Tier 4 – Fatality monitoring and habitat impact assessment. Post-construction fatality monitoring (PCM) studies (Tier 4a) involve searching for bird and bat carcasses beneath turbines to estimate the number and species composition of fatalities (see pages 34-39 of the Guidelines for a more detailed description of the questions to be answered and the methods and metrics to be used in PCM studies).

Learn more about how PCM results from individual wind projects are used to estimate collision risk and risk factors at operational wind energy projects.
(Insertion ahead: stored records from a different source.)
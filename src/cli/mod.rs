//! Subcommands, one file each; each is thin and calls one library function.

mod demo;
mod export;
mod fit;
mod init;
mod simulate;

use clap::{Parser, Subcommand};
use indicatif::{ProgressBar, ProgressDrawTarget, ProgressStyle};
use std::path::PathBuf;
use understudy::Error;

#[derive(Debug, Parser)]
#[command(
    name = "understudy",
    version,
    about = "Fast, validated stand-in models of converter-connected generators for grid studies"
)]
pub struct Cli {
    #[command(subcommand)]
    pub command: Command,
}

#[derive(Debug, Subcommand)]
pub enum Command {
    /// Run the main job on the embedded demo plant.
    Demo {
        /// Output folder.
        #[arg(long, default_value = "understudy-demo")]
        out: PathBuf,
        /// No progress bar, only the summary.
        #[arg(long)]
        quiet: bool,
        /// Print the summary as JSON.
        #[arg(long)]
        json: bool,
    },
    /// Write a commented study file.
    Init {
        /// Where to write it.
        #[arg(default_value = "study.toml")]
        file: PathBuf,
        /// Replace an existing file.
        #[arg(long)]
        force: bool,
    },
    /// Package a model as an FMI Co-Simulation FMU. MODEL is a model file (JSON,
    /// understudy-model/1) or a study file (TOML), whose detailed unit is exported.
    Export {
        model: PathBuf,
        /// The FMU to write.
        #[arg(long)]
        out: PathBuf,
        /// FMI version: 2 (3 is not available yet).
        #[arg(long, default_value = "2")]
        fmi: u8,
        /// Target platforms (comma-separated); only linux64 is available.
        #[arg(long, default_value = "linux64")]
        platforms: String,
    },
    /// Fit the hybrid surrogate (physics + data-driven correction) to traces and validate it on
    /// held-out ones; writes the model file and report.html next to it. Exit 1 when the
    /// validation fails the tolerance.
    Fit {
        /// Folder of traces (CSV + sidecar, as `simulate` writes).
        #[arg(long)]
        traces: PathBuf,
        /// The reduction's result (understudy-reduced/1 JSON) or a template file with fitted
        /// values, used as the physics part as it is.
        #[arg(long)]
        reduced: Option<PathBuf>,
        /// Template to fit as the physics part when --reduced is not given (default: the
        /// built-in generic converter).
        #[arg(long)]
        template: Option<PathBuf>,
        /// The model file to write (JSON).
        #[arg(long)]
        out: PathBuf,
        /// Fraction of traces held out for validation, in (0, 0.5].
        #[arg(long, default_value = "0.25")]
        held_out: f64,
        /// Fraction of DCT coefficients kept per residual trace, in (0, 1].
        #[arg(long, default_value = "0.05")]
        keep_fraction: f64,
        /// No progress lines, only the summary.
        #[arg(long)]
        quiet: bool,
    },
    /// Generate fault-response traces from a detailed model.
    Simulate {
        /// Study file (default: the embedded demo study).
        #[arg(long)]
        study: Option<PathBuf>,
        /// `full-converter`, `doubly-fed` or `fmu:PATH` (default: the study's unit).
        #[arg(long)]
        unit: Option<String>,
        /// Number of cases (overrides the study).
        #[arg(long)]
        cases: Option<usize>,
        /// Seed of the scenario design (overrides the study).
        #[arg(long)]
        seed: Option<u64>,
        /// Output folder for the traces.
        #[arg(long)]
        out: PathBuf,
        /// No progress bar.
        #[arg(long)]
        quiet: bool,
    },
}

pub fn run(cli: Cli) -> Result<i32, Error> {
    match cli.command {
        Command::Demo { out, quiet, json } => demo::run(&out, quiet, json),
        Command::Init { file, force } => init::run(&file, force),
        Command::Export {
            model,
            out,
            fmi,
            platforms,
        } => export::run(&model, &out, fmi, &platforms),
        Command::Fit {
            traces,
            reduced,
            template,
            out,
            held_out,
            keep_fraction,
            quiet,
        } => fit::run(fit::Request {
            traces,
            reduced,
            template,
            out,
            held_out,
            keep_fraction,
            quiet,
        }),
        Command::Simulate {
            study,
            unit,
            cases,
            seed,
            out,
            quiet,
        } => simulate::run(simulate::Request {
            study,
            unit,
            cases,
            seed,
            out,
            quiet,
        }),
    }
}

/// A progress bar on stderr (hidden when quiet or when stderr is not a terminal).
pub fn progress_bar(total: usize, label: &str, quiet: bool) -> ProgressBar {
    let bar = ProgressBar::new(total as u64);
    if quiet {
        bar.set_draw_target(ProgressDrawTarget::hidden());
    }
    bar.set_style(
        ProgressStyle::with_template("{prefix:>10} [{bar:30}] {pos}/{len} {elapsed_precise}")
            .expect("static template")
            .progress_chars("=> "),
    );
    bar.set_prefix(label.to_string());
    bar
}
Habitat studies involve application of GIS and use data collected in Tier 3 and Tier 4b, and/or published information. See the Service’s Land-based Wind Energy Guidelines, pp. 40-42, for a more detailed description of the questions to be answered and the methods and metrics to be used in assessing direct and indirect impacts of habitat loss, degradation, and fragmentation (Tier 4b studies).

Learn more about what we’ve learned about habitat-related risk and risk factors from wind energy development.

Tier 5 – Additional studies. If warranted based on Tier 4 study outcomes, additional studies may be performed to further understand any significant impacts, improve mitigation efforts, or assess potential population-level impacts. Most wind projects do not proceed to Tier 5 studies – instead, the Service may encourage developers to participate in non-project-specific collaborative research studies or studies on an experimental mitigation technique, such as differences in turbine cut-in speed to reduce bat fatalities, but this is beyond the scope of Tier 5 studies.